Looks like a nice, simple recipe. I would consider using a yeast that gave a clean profile, rather than an English variety.
 
Well I went w/ the English one since that's what they use in the Boont clone, but maybe it doesn't make as much sense given my change to all west coast hops? The biggest thing I wasn't sure about was whether the large amounts of crystal 60/120 would be too much. I'm don't make ambers much and typically don't go past 10% crystal in my grain bills for most beers so looking at that Boont clone with 2+ lbs of crystal looked a little unusual to me.
 
Well I went w/ the English one since that's what they use in the Boont clone, but maybe it doesn't make as much sense given my change to all west coast hops? The biggest thing I wasn't sure about was whether the large amounts of crystal 60/120 would be too much. I'm don't make ambers much and typically don't go past 10% crystal in my grain bills for most beers so looking at that Boont clone with 2+ lbs of crystal looked a little unusual to me.

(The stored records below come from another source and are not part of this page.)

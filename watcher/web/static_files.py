"""The few files that pages load: a fixed list, read once; nothing is looked up on disk by a name from outside."""

from __future__ import annotations

import hashlib
import subprocess
import sys
import threading
from dataclasses import dataclass
from pathlib import Path
from typing import Final

from fastapi import APIRouter, Request
from starlette.responses import Response

from watcher.web.problems import Refused
from watcher.web.security import refusal

FOLDER: Final = Path(__file__).parent / "static"
TYPES: Final = {
    ".css": "text/css; charset=utf-8",
    ".js": "text/javascript; charset=utf-8",
    ".svg": "image/svg+xml",
}
VEGA: Final = "vega.js"
_BUNDLE: Final = "import sys, vl_convert; sys.stdout.write(vl_convert.javascript_bundle(vl_version='6.4'))"
_PATIENCE: Final = 120.0


@dataclass(frozen=True, slots=True)
class File:
    """One file with its type and a name for its content."""

    content: bytes
    media_type: str
    tag: str


def _file(content: bytes, suffix: str) -> File:
    return File(content, TYPES[suffix], hashlib.sha256(content).hexdigest()[:16])


class Files:
    """The static files by name; the chart library is taken from the installed renderer by a child, once."""

    def __init__(self) -> None:
        found = sorted(path for path in FOLDER.iterdir() if path.suffix in TYPES)
        self._files = {path.name: _file(path.read_bytes(), path.suffix) for path in found}
        self._lock = threading.Lock()

    def assets(self) -> dict[str, str]:
        """Name -> address that changes with the content."""
        made = {name: f"/static/{name}?v={file.tag}" for name, file in self._files.items()}
        return {**made, VEGA: f"/static/{VEGA}"}

    def get(self, name: str) -> File | None:
        """A file; None when there is none of that name, or the chart library cannot be had."""
        if name == VEGA and VEGA not in self._files:
            with self._lock:
                if VEGA not in self._files:
                    bundle = _vega()
                    if bundle is None:
                        return None
                    self._files[VEGA] = _file(bundle, ".js")
        return self._files.get(name)


def _vega() -> bytes | None:
    # In a child: the library would take 200 MiB of this process for good.
    command = [sys.executable, "-c", _BUNDLE]
    try:
        done = subprocess.run(command, capture_output=True, timeout=_PATIENCE, check=True)
    except (OSError, subprocess.SubprocessError):
        return None
    return done.stdout or None


def router(files: Files) -> APIRouter:
    """/static/NAME and /favicon.svg."""
    made = APIRouter(include_in_schema=False)

    @made.get("/static/{name:path}")
    def static(request: Request, name: str) -> Response:
        file = files.get(name)
        if file is None:
            refusal(request.scope, "no-such-file", 404)
            raise Refused(404, "no-such-file", "There is no such file.")
        tag = f'"{file.tag}"'
        fixed = request.query_params.get("v") == file.tag
        headers = {"ETag": tag, "Cache-Control": "max-age=31536000, immutable" if fixed else "no-cache"}
        if tag in request.headers.get("if-none-match", ""):
            return Response(status_code=304, headers=headers)
        return Response(file.content, headers=headers, media_type=file.media_type)

    @made.get("/favicon.ico")
    def icon(request: Request) -> Response:
        return static(request, "favicon.svg")

    return made
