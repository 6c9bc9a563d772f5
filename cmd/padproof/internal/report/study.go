package report

import (
	"fmt"
	"io"
	"math"
	"strconv"
	"strings"

	"padproof/cmd/padproof/internal/result"
)

// StudyText writes a repeatability study.
func StudyText(w io.Writer, s *result.Study) error {
	p := &page{w: w}
	p.line("%s", clean(fmt.Sprintf("Study %s: %d operators, %d units, %d readings of each unit by each operator", s.Study, len(s.Operators), len(s.Units), s.Repeats)))
	if s.Simulated {
		p.item("  ", "SIMULATED: made from rehearsed takes; it says nothing about a real bench.")
	}
	bullets(p, "What it means", s.Says)
	heading := "Where the spread of the readings comes from, standard deviations"
	if s.Unit != "" {
		heading += " in " + s.Unit
	}
	p.heading(heading)
	rows := [][]string{{"", "SD", "95 % interval", "of variance", "of study", "of tolerance", "95 % interval"}}
	for _, c := range s.Components {
		rows = append(rows, []string{componentNames[c.Component], digits(c.SD.Value), span(c.SD, digits),
			percent(c.OfVariance), percent(c.OfStudy), percent(c.OfTolerance.Value), span(c.OfTolerance, percent)})
	}
	p.table("  ", rows)
	if s.Low.OK() && s.High.OK() {
		p.item("  ", strings.TrimSpace("The tolerance is "+digits(s.Low)+" to "+digits(s.High)+" "+s.Unit)+"; the share is that of six standard deviations in its width.")
	} else {
		p.item("  ", "No limits are set, so there is no share of the tolerance.")
	}
	if s.Categories.OK() {
		p.item("  ", fmt.Sprintf("The bench tells %d kinds of unit apart.", int(s.Categories)))
	}
	p.heading("Analysis of variance")
	table := [][]string{{"", "sum of squares", "dof", "mean square", "F", "p"}}
	for _, r := range s.Table {
		table = append(table, []string{r.Source, digits(r.SumSquares), strconv.Itoa(r.DOF), digits(r.MeanSquare), fixed(r.F, 2), doubt(r.P, 3)})
	}
	p.table("  ", table)
	bullets(p, "Notes", s.Warnings)
	return p.err
}

// componentNames are the components as they are printed.
var componentNames = map[string]string{
	"repeatability": "one operator again", "operator": "between operators", "interaction": "operators by unit",
	"reproducibility": "another operator", "gauge": "the bench in all", "unit": "between units", "total": "total",
}

func span(r result.Ranged, print func(result.Number) string) string {
	if !r.Low.OK() || !r.High.OK() {
		return dash
	}
	return print(r.Low) + " to " + print(r.High)
}

// digits prints three significant digits, a dash where there is no figure.
func digits(n result.Number) string {
	if !n.OK() {
		return dash
	}
	return significant(math.Round(float64(n)*1e12) / 1e12)
}
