package report

import (
	"fmt"
	"io"

	"padproof/cmd/padproof/internal/result"
)

// RecordedText says where an answer stands in the ledger.
func RecordedText(w io.Writer, r *result.Recorded) error {
	_, err := fmt.Fprintf(w, "\nRecorded as %s/%d, hash %s\n", clean(r.Station), r.Sequence, r.Hash)
	return err
}
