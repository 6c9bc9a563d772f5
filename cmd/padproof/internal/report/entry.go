package report

import (
	"encoding/json"
	"fmt"
	"io"
	"maps"
	"slices"
	"strings"

	"padproof/cmd/padproof/internal/ledger"
	"padproof/cmd/padproof/internal/result"
)

// EntryText writes one record: where it stands, what was used, and its answer.
func EntryText(w io.Writer, e *ledger.Entry, verbose bool) error {
	p := &page{w: w}
	r := e.Record
	p.line("Record %s, %s UTC", clean(e.Receipt.String()), shortTime(r.Time))
	for _, one := range []struct{ name, text string }{
		{"hash", e.Hash}, {"previous", e.Previous}, {"kind", kindOf(r)}, {"unit", r.Unit}, {"lot", r.Lot},
		{"drawing", r.Drawing.Name}, {"operator", r.Operator}, {"tool", r.Tool}, {"options", optionsText(r.Options)},
	} {
		if one.text != "" {
			p.line("  %-10s%s", one.name, clean(one.text))
		}
	}
	for _, f := range r.Files {
		p.line("  %-10s%s  %s", f.Role, f.SHA256, clean(f.File))
	}
	p.line("")
	var a result.Answer
	if err := json.Unmarshal(r.Answer, &a); err != nil || a.Verdict == "" {
		p.line("%s   %s", r.Verdict, clean(r.Unit))
		return p.err
	}
	if p.err != nil {
		return p.err
	}
	return AnswerText(w, &a, verbose)
}

func kindOf(r ledger.Record) string {
	if r.Kind == ledger.RigCheck {
		return "check of the rig"
	}
	return ""
}

func optionsText(options map[string]string) string {
	var all []string
	for _, name := range slices.Sorted(maps.Keys(options)) {
		all = append(all, "--"+name+" "+options[name])
	}
	return strings.Join(all, " ")
}

// HistoryText writes the records of one unit, newest first, with their figures.
func HistoryText(w io.Writer, unit string, entries []*ledger.Entry, list *ledger.Page) error {
	p := &page{w: w}
	p.line("Unit %s: %s", clean(unit), times(len(entries), list))
	p.line("")
	rows := [][]string{{"time (UTC)", "verdict", "loss", "±U", "what else is not proven", "record"}}
	for i, e := range entries {
		loss, u, rest := figuresOf(e.Record.Answer)
		rows = append(rows, []string{shortTime(e.Record.Time), verdictOf(list.Rows[i]), loss, u, rest, e.Receipt.String()})
	}
	p.table("", rows)
	p.line("")
	return p.err
}

func times(n int, list *ledger.Page) string {
	switch {
	case list.More > 0:
		return fmt.Sprintf("its newest %d records, and %s", n, MoreText(list))
	case n == 1:
		return "checked once"
	}
	return fmt.Sprintf("checked %d times", n)
}

// figuresOf are an answer's loss, its uncertainty, and the other checks that were
// not passed.
func figuresOf(answer json.RawMessage) (loss, u, rest string) {
	var a result.Answer
	if json.Unmarshal(answer, &a) != nil {
		return "", "", ""
	}
	var others []string
	for _, c := range a.Checks {
		if c.Name == "loss" {
			places := decimals(c.Uncertainty)
			loss, u = fixed(c.Measured, places)+" "+c.Unit, doubt(c.Uncertainty, places)
		} else if c.Verdict == "FAIL" || c.Verdict == "UNPROVEN" {
			others = append(others, c.Name+" "+c.Verdict)
		}
	}
	return loss, u, strings.Join(others, ", ")
}
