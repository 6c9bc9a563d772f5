package report

import (
	"math"
	"strconv"

	"padproof/cmd/padproof/internal/result"
)

// at is the pointer to an element of a list.
func at(list string, i int) string { return list + "/" + strconv.Itoa(i) }

// checksTable has a row a check, and one more where it was read on the bench and
// carried over.
func checksTable(a *result.Answer) *table {
	if len(a.Checks) == 0 {
		return nil
	}
	t := &table{
		Class: "checks", Caption: "What was checked",
		Head: []string{"check", "verdict", "measured", "expected", "limits", "±U", "unit", "limit/U"},
	}
	for i, c := range a.Checks {
		field, places := at("/checks", i), checkPlaces(c)
		t.add(verdictClass(c.Verdict), say(c.Name), say(orNoLimit(c.Verdict)), measuredPhrase(field, c),
			phrase{figure(field+"/expected", c.Expected, fixed(c.Expected, places))},
			limitPhrase(field, c, places), doubtPhrase(field, c), say(c.Unit),
			phrase{figure(field+"/tolerance_ratio", c.Ratio, ratio(c.Ratio))})
		if c.Bench != nil {
			field, places := field+"/bench", decimals(c.Bench.Uncertainty)
			t.add("bench", say("on the bench"), nil,
				phrase{figure(field+"/measured", c.Bench.Measured, fixed(c.Bench.Measured, places))},
				phrase{figure(field+"/expected", c.Bench.Expected, fixed(c.Bench.Expected, places))}, nil,
				phrase{figure(field+"/uncertainty", c.Bench.Uncertainty, doubt(c.Bench.Uncertainty, places))}, say(c.Unit), nil)
		}
	}
	return t
}

// checkPlaces is how many places the figures of a check deserve.
func checkPlaces(c result.Check) int {
	if c.Unit == "" {
		return 0
	}
	return decimals(c.Uncertainty)
}

func orNoLimit(verdict string) string {
	if verdict == "" {
		return "no limit"
	}
	return verdict
}

func verdictClass(verdict string) string {
	return map[string]string{"PASS": "pass", "FAIL": "fail", "UNPROVEN": "unproven"}[verdict]
}

// measuredPhrase is what was measured, or the bound where nothing but that was.
func measuredPhrase(field string, c result.Check) phrase {
	if c.Unit != "" && bounded(c) {
		return phrase{words("below "), figure(field+"/bound", *c.Bound, fixed(*c.Bound, 1))}
	}
	return phrase{figure(field+"/measured", c.Measured, fixed(c.Measured, checkPlaces(c)))}
}

func bounded(c result.Check) bool { return !c.Measured.OK() && known(c.Bound) }

func doubtPhrase(field string, c result.Check) phrase {
	if c.Unit == "" || bounded(c) {
		return say(dash)
	}
	return phrase{figure(field+"/uncertainty", c.Uncertainty, doubt(c.Uncertainty, checkPlaces(c)))}
}

// checkDetails are the sentences that belong to checks, but for why one does not
// pass: that stands at the top.
func checkDetails(a *result.Answer) []phrase {
	var all []phrase
	for i, c := range a.Checks {
		field := at("/checks", i)
		if c.Reason != "" && (c.Verdict == "PASS" || c.Verdict == "") {
			all = append(all, say(c.Name+": "+c.Reason))
		}
		if p := singleFigures(field, c); len(p) > 0 {
			p[0].Text = c.Name + ": " + p[0].Text
			all = append(all, p)
		}
		for k, e := range c.Events {
			one := at(field+"/events", k)
			all = append(all, phrase{words(c.Name + ": " + e.What + " of "), figure(one+"/db", e.DB, fixed(e.DB, 2)),
				words(" dB in " + c.From + " at "), figure(one+"/at_s", e.AtSec, fixed(e.AtSec, 2)), words(" s")})
		}
		if s := c.Spread; s != nil && s.Low95.OK() {
			all = append(all, spreadPhrase(field+"/spread", *s, c.Unit))
		}
	}
	return all
}

// singleFigures are what some check has and others do not, each with its words.
func singleFigures(field string, c result.Check) phrase {
	var all phrase
	add := func(before, key string, n *result.Number, places int, after string) {
		if known(n) {
			if all != nil {
				before = "; " + before
			}
			all = append(all, words(before), figure(field+"/"+key, *n, fixed(*n, places)), words(after))
		}
	}
	if c.Name != "loss" {
		add("largest at ", "at_hz", c.AtHz, 0, " Hz")
	}
	add("down by 3 dB at ", "low_corner_hz", c.LowCornerHz, 0, " Hz")
	add("down by 3 dB at ", "high_corner_hz", c.HighCorner, 0, " Hz")
	add("the unit's own ", "measured_dbu", c.MeasuredDBu, 1, " dBu")
	add("thermal by the drawing ", "expected_dbu", c.ExpectedDBu, 1, " dBu")
	add("the rig's own ", "rig_dbu", c.RigDBu, 1, " dBu")
	if !bounded(c) {
		add("at most ", "bound", c.Bound, 1, " "+c.Unit)
	}
	add("as recorded, A-weighted ", "a_weighted_dbu", c.AWeighted, 1, " dBu")
	add("as recorded, quasi-peak weighted ", "quasi_peak_468_dbu", c.QuasiPeak, 1, " dBu")
	add("the same in before ", "rig_db", c.RigDB, 1, " dB")
	add("mains at ", "mains_hz", c.MainsHz, 0, " Hz, from "+c.From)
	add("phase beyond the drawing's ", "phase_deg", c.PhaseDeg, 1, "°")
	add("largest in "+c.From+" at ", "at_s", c.AtSec, 2, " s")
	return all
}

func spreadPhrase(field string, s result.Spread, unit string) phrase {
	number := func(key string, n result.Number) piece { return figure(field+"/"+key, n, fixed(n, 2)) }
	return phrase{
		words("Sound units of this drawing read "), number("low_95", s.Low95), words(" to "), number("high_95", s.High95),
		words(" " + unit + " (95 %), "), number("worst_low", s.WorstLow), words(" to "), number("worst_high", s.WorstHigh), words(" at worst."),
	}
}

func tonesTable(a *result.Answer) *table {
	if len(a.Tones) == 0 {
		return nil
	}
	t := &table{Caption: "Loss on the bench at each tone", Head: []string{"tone", "measured", "expected", "±U", "unit"}}
	for i, tone := range a.Tones {
		field, places := at("/tones", i), decimals(tone.Uncertainty)
		t.add("", phrase{figure(field+"/tone_hz", tone.FreqHz, hertz(tone.FreqHz, 1))},
			phrase{figure(field+"/measured", tone.Measured, fixed(tone.Measured, places))},
			phrase{figure(field+"/expected", tone.Expected, fixed(tone.Expected, places))},
			phrase{figure(field+"/uncertainty", tone.Uncertainty, doubt(tone.Uncertainty, places))}, say("dB"))
	}
	return t
}

// octaves are the preferred frequencies an octave apart (ISO 266).
var octaves = []float64{31.5, 63, 125, 250, 500, 1000, 2000, 4000, 8000, 16000}

// octaveTable says in figures what the picture of the response shows: the point
// nearest to each octave.
func octaveTable(a *result.Answer) *table {
	for i, c := range a.Checks {
		if c.Name != "response" || len(c.Points) == 0 {
			continue
		}
		t := &table{Caption: "Response at octaves: loss relative to that at the tone", Head: []string{"frequency", "measured", "expected", "±U", "unit"}}
		last := -1
		for _, freqHz := range octaves {
			k := nearestPoint(c.Points, freqHz)
			if k == last || k < 0 {
				continue
			}
			last = k
			p, field, places := c.Points[k], at(at("/checks", i)+"/points", k), decimals(c.Points[k].Uncertainty)
			t.add("", phrase{figure(field+"/freq_hz", p.FreqHz, hertz(p.FreqHz, 0))},
				phrase{figure(field+"/measured", p.Measured, fixed(p.Measured, places))},
				phrase{figure(field+"/expected", p.Expected, fixed(p.Expected, places))},
				phrase{figure(field+"/uncertainty", p.Uncertainty, doubt(p.Uncertainty, places))}, say("dB"))
		}
		return t
	}
	return nil
}

// nearestPoint is the point within a sixth of an octave of a frequency that lies
// nearest to it; -1 if there is none.
func nearestPoint(points []result.ResponsePoint, freqHz float64) int {
	best, least := -1, 1.0/6
	for k, p := range points {
		if d := math.Abs(math.Log2(float64(p.FreqHz) / freqHz)); d < least {
			best, least = k, d
		}
	}
	return best
}
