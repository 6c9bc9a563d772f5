package report

import (
	"encoding/csv"
	"encoding/json"
	"fmt"
	"io"
	"strconv"
	"strings"
	"time"

	"padproof/cmd/padproof/internal/ledger"
	"padproof/cmd/padproof/internal/result"
)

// exportedChecks are the checks that have columns in a CSV.
var exportedChecks = []string{"loss", "response", "flatness", "noise", "noise-level", "polarity", "distortion", "hum",
	"legs", "steadiness", "bypass"}

// RecordLines returns what writes one record as a line of JSON. The body stands in
// it byte for byte, so that its hash can be made again from the line.
func RecordLines(w io.Writer) func(ledger.Row, []byte) error {
	return func(r ledger.Row, body []byte) error {
		hash, err := json.Marshal(r.Hash)
		if err != nil {
			return err
		}
		_, err = fmt.Fprintf(w, "{\"hash\":%s,\"record\":%s}\n", hash, body)
		return err
	}
}

// RecordCSV returns what writes one record as a row of CSV, with the names of the
// columns first.
func RecordCSV(w io.Writer) func(ledger.Row, []byte) error {
	rows := csv.NewWriter(w)
	begun := false
	return func(r ledger.Row, body []byte) error {
		if !begun {
			begun = true
			if err := rows.Write(csvHeader()); err != nil {
				return err
			}
		}
		if err := rows.Write(csvRow(r, body)); err != nil {
			return err
		}
		rows.Flush()
		return rows.Error()
	}
}

func csvHeader() []string {
	names := []string{"station", "sequence", "hash", "time_utc", "kind", "verdict", "unit", "lot", "drawing", "drawing_sha256",
		"operator", "simulated", "reason", "first_suspect", "problems"}
	for _, check := range exportedChecks {
		name := strings.ReplaceAll(check, "-", "_")
		for _, figure := range []string{"verdict", "measured", "expected", "low", "high", "uncertainty"} {
			names = append(names, name+"_"+figure)
		}
	}
	return names
}

func csvRow(r ledger.Row, body []byte) []string {
	var stored struct{ Answer result.Answer }
	_ = json.Unmarshal(body, &stored) // one that was altered has its columns still
	a := stored.Answer
	suspect := ""
	if len(a.Suspects) > 0 {
		suspect = a.Suspects[0].Fault
	}
	row := []string{r.Station, strconv.FormatInt(r.Sequence, 10), r.Hash, r.Time.Format(time.RFC3339Nano), r.Kind, r.Verdict, r.Unit,
		r.Lot, r.Drawing.Name, r.Drawing.SHA256, r.Operator, strconv.FormatBool(r.Simulated), a.Reason, suspect, problemList(a)}
	for i, text := range row {
		row[i] = noFormula(text)
	}
	for _, name := range exportedChecks {
		row = append(row, csvFigures(a, name)...)
	}
	return row
}

// noFormula keeps a spreadsheet from taking a name for a formula.
func noFormula(text string) string {
	if text != "" && strings.ContainsRune("=+-@\t\r", rune(text[0])) {
		return "'" + text
	}
	return text
}

func problemList(a result.Answer) string {
	var all []string
	for _, c := range a.Captures {
		for _, p := range c.Problems {
			all = append(all, c.Role+" "+p.Problem)
		}
	}
	return strings.Join(all, "; ")
}

func csvFigures(a result.Answer, name string) []string {
	for _, c := range a.Checks {
		if c.Name == name {
			return []string{c.Verdict, plainNumber(c.Measured), plainNumber(c.Expected), plainNumber(c.Low), plainNumber(c.High), plainNumber(c.Uncertainty)}
		}
	}
	return make([]string, 6)
}

// plainNumber is a figure in full, "" where there is none.
func plainNumber(n result.Number) string {
	if !n.OK() {
		return ""
	}
	return strconv.FormatFloat(float64(n), 'g', -1, 64)
}
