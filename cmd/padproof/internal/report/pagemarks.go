package report

import (
	"fmt"
	"strings"
	"unicode"
	"unicode/utf8"
)

// visible makes a text from a sheet or a folder fit for a page: characters that
// cannot be seen but would turn, hide or end what follows are shown by their
// number. Joiners and direction marks that emoji and right-to-left names need
// stay; the page isolates each name.
func visible(text string) string {
	if !strings.ContainsFunc(text, isHidden) && utf8.ValidString(text) {
		return text
	}
	var b strings.Builder
	for _, r := range strings.ToValidUTF8(text, "\ufffd") {
		if isHidden(r) {
			fmt.Fprintf(&b, "[U+%04X]", r)
			continue
		}
		b.WriteRune(r)
	}
	return b.String()
}

// isHidden tells control characters, but for a line's end and a tab, and the
// marks that embed, override or isolate a direction (UAX #9).
func isHidden(r rune) bool {
	switch {
	case r == '\n' || r == '\t':
		return false
	case r >= 0x202a && r <= 0x202e, r >= 0x2066 && r <= 0x2069, r == 0x2028, r == 0x2029:
		return true
	}
	return unicode.IsControl(r) || r >= 0xfdd0 && r <= 0xfdef || r&0xfffe == 0xfffe
}
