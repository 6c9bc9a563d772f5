package report

import (
	"math"
	"strings"
	"testing"

	"padproof/cmd/padproof/internal/result"
)

// A figure carries two digits of its doubt, and a small doubt does not look like
// none.
func TestFiguresCarryTheirDoubt(t *testing.T) {
	tests := []struct {
		measured, u           result.Number
		wantFigure, wantDoubt string
	}{
		{13.98765, 0.0912, "13.988", "0.091"},
		{13.98765, 0.912, "13.99", "0.91"},
		{13.98765, 2.41, "14.0", "2.4"},
		{13.98765, 0.00049, "13.988", "<0.001"},
		{-0.0001, 0.12, "0.00", "0.12"},
		{result.Missing, 0.12, "-", "0.12"},
		{result.Number(math.Inf(1)), result.Missing, "-", "-"},
	}
	for _, tt := range tests {
		places := decimals(tt.u)
		if got := fixed(tt.measured, places); got != tt.wantFigure {
			t.Errorf("fixed(%v) at U %v = %q, want %q", tt.measured, tt.u, got, tt.wantFigure)
		}
		if got := doubt(tt.u, places); got != tt.wantDoubt {
			t.Errorf("doubt(%v) = %q, want %q", tt.u, got, tt.wantDoubt)
		}
	}
}

func TestNamesCannotDriveTheTerminal(t *testing.T) {
	var b strings.Builder
	a := &result.Answer{Verdict: "PASS", Unit: "\x1b[31m0417\u202e", Pad: "line\npad", Notes: []string{strings.Repeat("wörd ", 60)}}
	if err := AnswerText(&b, a, true); err != nil {
		t.Fatal(err)
	}
	if text := b.String(); strings.ContainsAny(text, "\x1b\u202e") {
		t.Errorf("control marks reach the terminal: %q", text)
	}
	for _, line := range strings.Split(b.String(), "\n") {
		if n := len([]rune(line)); n > lineWidth {
			t.Errorf("line of %d characters, want at most %d: %q", n, lineWidth, line)
		}
	}
}
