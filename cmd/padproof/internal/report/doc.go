// Package report makes texts for people out of results. It reads the types of
// package result and nothing else, and works no figure out: what it prints is
// what the JSON holds, with no more digits than the doubt allows.
package report
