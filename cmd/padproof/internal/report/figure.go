package report

import (
	"fmt"
	"math"
	"strconv"
	"strings"

	"padproof/cmd/padproof/internal/result"
)

const dash = "-"

// decimals is how many places a figure with expanded uncertainty u deserves:
// two significant digits of u, three places at most for decibels.
func decimals(u result.Number) int {
	if !u.OK() || u <= 0 {
		return 3
	}
	places := 1 - int(math.Floor(math.Log10(float64(u))))
	return max(0, min(3, places))
}

// fixed prints a figure with the given places, a dash where there is none.
func fixed(n result.Number, places int) string {
	if !n.OK() {
		return dash
	}
	text := strconv.FormatFloat(float64(n), 'f', places, 64)
	if strings.Trim(text, "-0.") == "" {
		text = strings.TrimPrefix(text, "-")
	}
	return text
}

// doubt prints an uncertainty; one that is there never looks like none.
func doubt(u result.Number, places int) string {
	text := fixed(u, places)
	if u > 0 && strings.Trim(text, "0.") == "" {
		return "<" + strconv.FormatFloat(math.Pow(10, -float64(places)), 'f', places, 64)
	}
	return text
}

// limits prints the ends of a limit that are there.
func limits(c result.Check, places int) string {
	if c.Unit != "" {
		places = max(places, 2)
	}
	switch {
	case c.Low.OK() && c.Low == c.High:
		return fixed(c.Low, places)
	case c.Low.OK() && c.High.OK():
		return fixed(c.Low, places) + " to " + fixed(c.High, places)
	case c.Low.OK():
		return "from " + fixed(c.Low, places)
	case c.High.OK():
		return "up to " + fixed(c.High, places)
	}
	return dash
}

// ohms prints a resistance as the trade writes it: 4.7 Ω, 330 Ω, 10 kΩ.
func ohms(n result.Number) string { return ohmsTo(n, 3) }

// metered prints a resistance as a meter of four digits shows it.
func metered(n result.Number) string { return ohmsTo(n, 4) }

func ohmsTo(n result.Number, digits int) string {
	v := float64(n)
	just := 1 - 0.5*math.Pow(10, -float64(digits)) // rounds up to the next prefix
	switch {
	case math.IsNaN(v) || math.IsInf(v, 0):
		return "open"
	case v >= just*1e6:
		return toDigits(v/1e6, digits) + " MΩ"
	case v >= just*1e3:
		return toDigits(v/1e3, digits) + " kΩ"
	}
	return toDigits(v, digits) + " Ω"
}

// significant prints three significant digits.
func significant(v float64) string { return toDigits(v, 3) }

// toDigits prints so many significant digits, all that stand before the point,
// and no zeros at the end.
func toDigits(v float64, digits int) string {
	if v == 0 {
		return "0"
	}
	places := max(0, digits-1-int(math.Floor(math.Log10(math.Abs(v)))))
	text := strconv.FormatFloat(v, 'f', places, 64)
	if strings.Contains(text, ".") {
		text = strings.TrimRight(strings.TrimRight(text, "0"), ".")
	}
	return text
}

// scaled prints a value with the SI prefix that suits it.
func scaled(n result.Number, unit string) string {
	if !n.OK() {
		return dash
	}
	v := float64(n)
	prefixes := []struct {
		scale float64
		name  string
	}{{1e6, "M"}, {1e3, "k"}, {1, ""}, {1e-3, "m"}, {1e-6, "µ"}, {1e-9, "n"}, {1e-12, "p"}}
	if v == 0 {
		return "0 " + unit
	}
	for _, p := range prefixes {
		if math.Abs(v) >= p.scale*0.9995 {
			return significant(v/p.scale) + " " + p.name + unit
		}
	}
	return significant(v/1e-12) + " p" + unit
}

// value prints a part's value with its unit.
func value(p result.PartLine) string {
	switch p.Kind {
	case "capacitor":
		return scaled(p.Value, "F")
	case "inductor":
		return scaled(p.Value, "H")
	}
	return ohms(p.Value)
}

// hertz prints a frequency with the given places.
func hertz(n result.Number, places int) string {
	if !n.OK() {
		return dash
	}
	return fixed(n, places) + " Hz"
}

// ends names the two impedances of a condition.
func ends(e result.Ends) string {
	text := fmt.Sprintf("%s source, %s; %s load, %s", ohms(e.SourceOhms), e.Drive, ohms(e.LoadOhms), e.Sense)
	if e.CablePF.OK() && e.CablePF > 0 {
		text += ", " + fixed(e.CablePF, 0) + " pF"
	}
	return text
}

A nice amber will sometimes have 15% crystal, so that's no problem. I would increase the bittering hops, though. 27 IBUs is really low for a 1.057 beer, especially an amber. I'd bring it closer to 38 IBUs, to balance the crystal, without making it too bitter.
 
Yooper said:
A nice amber will sometimes have 15% crystal, so that's no problem. I would increase the bittering hops, though. 27 IBUs is really low for a 1.057 beer, especially an amber. I'd bring it closer to 38 IBUs, to balance the crystal, without making it too bitter.

I think boont has a pretty low bitterness and works really well.

Victory or biscuit malt seems nice in an amber too.

I did this a while back. Was really close to boont in a side by side. http://hopville.com/recipe/1308006
 
Cool, thanks for the feedback. I'm going to sub out the crystal 120 in favor of 8oz victory malt and move 0.25oz of the 0min hops back to 20 min which will put it to 32 IBU.
 
Cool, thanks for the feedback. I'm going to sub out the crystal 120 in favor of 8oz victory malt and move 0.25oz of the 0min hops back to 20 min which will put it to 32 IBU.

Depends on your taste buds.

I think a large hop addition at 10 mins left on boil will make it very nice on either malt bill.